AIM OF THE TASK
Find the lines below in which the string "tables" occurs. Copy each one.

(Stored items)

#####

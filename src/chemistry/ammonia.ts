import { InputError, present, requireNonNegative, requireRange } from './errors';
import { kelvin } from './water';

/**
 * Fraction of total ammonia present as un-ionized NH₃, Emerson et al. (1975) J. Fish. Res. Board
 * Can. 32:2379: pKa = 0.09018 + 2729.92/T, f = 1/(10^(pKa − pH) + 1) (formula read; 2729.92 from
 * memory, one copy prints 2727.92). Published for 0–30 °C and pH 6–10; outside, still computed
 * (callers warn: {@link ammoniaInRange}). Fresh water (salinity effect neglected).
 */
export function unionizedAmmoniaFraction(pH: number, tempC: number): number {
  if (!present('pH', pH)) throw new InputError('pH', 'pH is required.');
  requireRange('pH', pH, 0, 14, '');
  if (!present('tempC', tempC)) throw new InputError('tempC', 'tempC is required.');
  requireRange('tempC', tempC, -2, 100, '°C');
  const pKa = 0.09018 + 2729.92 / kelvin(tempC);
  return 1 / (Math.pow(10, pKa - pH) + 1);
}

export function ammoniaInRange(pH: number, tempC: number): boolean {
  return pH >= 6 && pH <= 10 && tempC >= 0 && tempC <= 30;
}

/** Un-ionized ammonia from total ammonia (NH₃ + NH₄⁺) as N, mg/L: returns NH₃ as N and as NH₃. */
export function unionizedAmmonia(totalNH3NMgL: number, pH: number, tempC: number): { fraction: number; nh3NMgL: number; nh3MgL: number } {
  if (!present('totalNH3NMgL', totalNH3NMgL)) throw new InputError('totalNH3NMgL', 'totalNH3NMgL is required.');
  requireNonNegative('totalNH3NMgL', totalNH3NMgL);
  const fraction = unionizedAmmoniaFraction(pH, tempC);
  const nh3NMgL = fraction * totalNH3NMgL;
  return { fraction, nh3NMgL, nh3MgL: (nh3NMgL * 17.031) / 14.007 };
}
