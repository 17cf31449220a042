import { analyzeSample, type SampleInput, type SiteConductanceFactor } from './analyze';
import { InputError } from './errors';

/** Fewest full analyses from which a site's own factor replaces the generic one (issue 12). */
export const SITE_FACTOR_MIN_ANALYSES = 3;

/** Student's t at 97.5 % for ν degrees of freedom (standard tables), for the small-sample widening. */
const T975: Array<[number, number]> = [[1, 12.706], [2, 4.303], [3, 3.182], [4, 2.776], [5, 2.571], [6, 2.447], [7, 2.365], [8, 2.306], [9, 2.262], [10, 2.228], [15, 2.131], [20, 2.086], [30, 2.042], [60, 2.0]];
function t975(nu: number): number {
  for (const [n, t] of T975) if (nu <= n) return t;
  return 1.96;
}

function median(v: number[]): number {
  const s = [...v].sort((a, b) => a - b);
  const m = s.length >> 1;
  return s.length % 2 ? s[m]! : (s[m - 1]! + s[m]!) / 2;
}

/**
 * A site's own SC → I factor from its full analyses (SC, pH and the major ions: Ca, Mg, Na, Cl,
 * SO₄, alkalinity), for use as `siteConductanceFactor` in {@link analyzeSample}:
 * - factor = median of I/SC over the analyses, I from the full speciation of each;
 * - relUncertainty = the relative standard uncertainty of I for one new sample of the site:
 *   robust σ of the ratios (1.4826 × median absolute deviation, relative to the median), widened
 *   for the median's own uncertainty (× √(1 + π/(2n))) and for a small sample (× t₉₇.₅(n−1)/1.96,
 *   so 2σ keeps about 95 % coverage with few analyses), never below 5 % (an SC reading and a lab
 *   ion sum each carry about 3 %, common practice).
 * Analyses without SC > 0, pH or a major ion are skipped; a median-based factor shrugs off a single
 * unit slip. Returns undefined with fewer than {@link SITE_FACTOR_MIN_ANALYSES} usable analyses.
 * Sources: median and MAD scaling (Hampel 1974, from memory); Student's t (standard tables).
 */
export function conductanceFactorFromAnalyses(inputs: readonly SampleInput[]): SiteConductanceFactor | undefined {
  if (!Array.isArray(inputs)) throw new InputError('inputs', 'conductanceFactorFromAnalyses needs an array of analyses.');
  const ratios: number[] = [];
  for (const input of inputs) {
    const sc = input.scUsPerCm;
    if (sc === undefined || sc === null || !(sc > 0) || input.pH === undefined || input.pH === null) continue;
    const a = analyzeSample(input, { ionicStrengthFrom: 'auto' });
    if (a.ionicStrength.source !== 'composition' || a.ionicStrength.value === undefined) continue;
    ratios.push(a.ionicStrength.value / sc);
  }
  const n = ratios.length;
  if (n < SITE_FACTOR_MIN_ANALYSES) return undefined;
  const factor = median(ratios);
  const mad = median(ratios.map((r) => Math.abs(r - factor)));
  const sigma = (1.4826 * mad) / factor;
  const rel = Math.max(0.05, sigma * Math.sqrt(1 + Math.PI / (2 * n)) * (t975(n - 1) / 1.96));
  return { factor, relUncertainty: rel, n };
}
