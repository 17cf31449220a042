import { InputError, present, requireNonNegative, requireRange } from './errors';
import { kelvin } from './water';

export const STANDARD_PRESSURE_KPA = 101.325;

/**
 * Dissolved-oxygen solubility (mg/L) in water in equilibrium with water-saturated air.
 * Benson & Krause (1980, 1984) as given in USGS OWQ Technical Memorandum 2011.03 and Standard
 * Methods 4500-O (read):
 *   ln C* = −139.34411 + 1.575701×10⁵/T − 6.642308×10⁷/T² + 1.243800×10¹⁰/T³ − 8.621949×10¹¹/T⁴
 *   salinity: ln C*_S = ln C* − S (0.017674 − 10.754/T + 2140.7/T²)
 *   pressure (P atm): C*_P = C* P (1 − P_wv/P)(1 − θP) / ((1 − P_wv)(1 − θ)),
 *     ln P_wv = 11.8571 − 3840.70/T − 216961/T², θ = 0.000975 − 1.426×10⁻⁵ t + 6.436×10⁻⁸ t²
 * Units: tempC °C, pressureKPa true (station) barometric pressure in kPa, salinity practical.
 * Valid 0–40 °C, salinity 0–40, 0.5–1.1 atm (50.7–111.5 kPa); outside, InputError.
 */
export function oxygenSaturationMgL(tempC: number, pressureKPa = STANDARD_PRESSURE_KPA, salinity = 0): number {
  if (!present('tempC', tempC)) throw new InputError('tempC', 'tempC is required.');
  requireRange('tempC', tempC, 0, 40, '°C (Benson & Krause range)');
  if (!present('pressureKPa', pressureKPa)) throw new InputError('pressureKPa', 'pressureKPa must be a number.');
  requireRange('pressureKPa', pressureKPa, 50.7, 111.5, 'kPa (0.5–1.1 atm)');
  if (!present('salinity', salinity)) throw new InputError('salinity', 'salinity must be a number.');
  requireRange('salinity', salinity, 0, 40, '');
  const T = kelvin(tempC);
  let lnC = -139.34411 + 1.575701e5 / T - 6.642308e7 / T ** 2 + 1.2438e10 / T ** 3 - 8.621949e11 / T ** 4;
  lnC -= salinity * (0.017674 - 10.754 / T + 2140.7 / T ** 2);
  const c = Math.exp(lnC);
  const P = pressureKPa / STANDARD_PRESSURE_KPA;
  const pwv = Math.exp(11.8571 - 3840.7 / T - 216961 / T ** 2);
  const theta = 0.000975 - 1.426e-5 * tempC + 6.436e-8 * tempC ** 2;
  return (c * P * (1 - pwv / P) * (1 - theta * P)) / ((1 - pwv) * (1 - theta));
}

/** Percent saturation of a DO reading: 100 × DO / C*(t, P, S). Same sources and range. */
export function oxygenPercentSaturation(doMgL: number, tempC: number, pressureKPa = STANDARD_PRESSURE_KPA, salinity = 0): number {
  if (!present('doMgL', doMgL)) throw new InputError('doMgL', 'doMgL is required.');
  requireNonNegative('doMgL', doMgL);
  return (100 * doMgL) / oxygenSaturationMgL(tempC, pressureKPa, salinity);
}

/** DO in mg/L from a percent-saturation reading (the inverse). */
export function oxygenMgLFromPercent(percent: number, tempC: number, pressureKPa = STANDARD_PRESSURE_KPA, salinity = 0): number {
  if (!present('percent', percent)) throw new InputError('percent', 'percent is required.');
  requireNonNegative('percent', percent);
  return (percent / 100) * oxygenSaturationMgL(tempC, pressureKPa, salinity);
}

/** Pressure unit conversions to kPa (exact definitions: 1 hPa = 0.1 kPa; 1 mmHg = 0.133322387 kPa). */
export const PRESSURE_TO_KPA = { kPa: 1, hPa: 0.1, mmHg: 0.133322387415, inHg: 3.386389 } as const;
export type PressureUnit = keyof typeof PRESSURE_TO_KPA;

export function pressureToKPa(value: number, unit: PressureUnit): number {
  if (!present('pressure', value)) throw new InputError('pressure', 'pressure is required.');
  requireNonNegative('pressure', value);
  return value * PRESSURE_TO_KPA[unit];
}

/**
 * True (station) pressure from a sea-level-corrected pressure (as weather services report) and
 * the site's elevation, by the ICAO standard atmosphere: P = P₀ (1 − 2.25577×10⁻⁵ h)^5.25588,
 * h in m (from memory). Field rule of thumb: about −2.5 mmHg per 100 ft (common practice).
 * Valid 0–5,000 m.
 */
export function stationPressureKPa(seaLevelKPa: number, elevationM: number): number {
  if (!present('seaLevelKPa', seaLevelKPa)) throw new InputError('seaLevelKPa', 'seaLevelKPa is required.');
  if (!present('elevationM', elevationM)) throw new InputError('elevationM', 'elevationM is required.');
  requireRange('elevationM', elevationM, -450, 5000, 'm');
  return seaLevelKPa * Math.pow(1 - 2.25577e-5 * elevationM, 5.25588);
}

#####

ANSWER
/** Student's t at 97.5 % for ν degrees of freedom (standard tables), for the small-sample widening. */
 * Sources: median and MAD scaling (Hampel 1974, from memory); Student's t (standard tables).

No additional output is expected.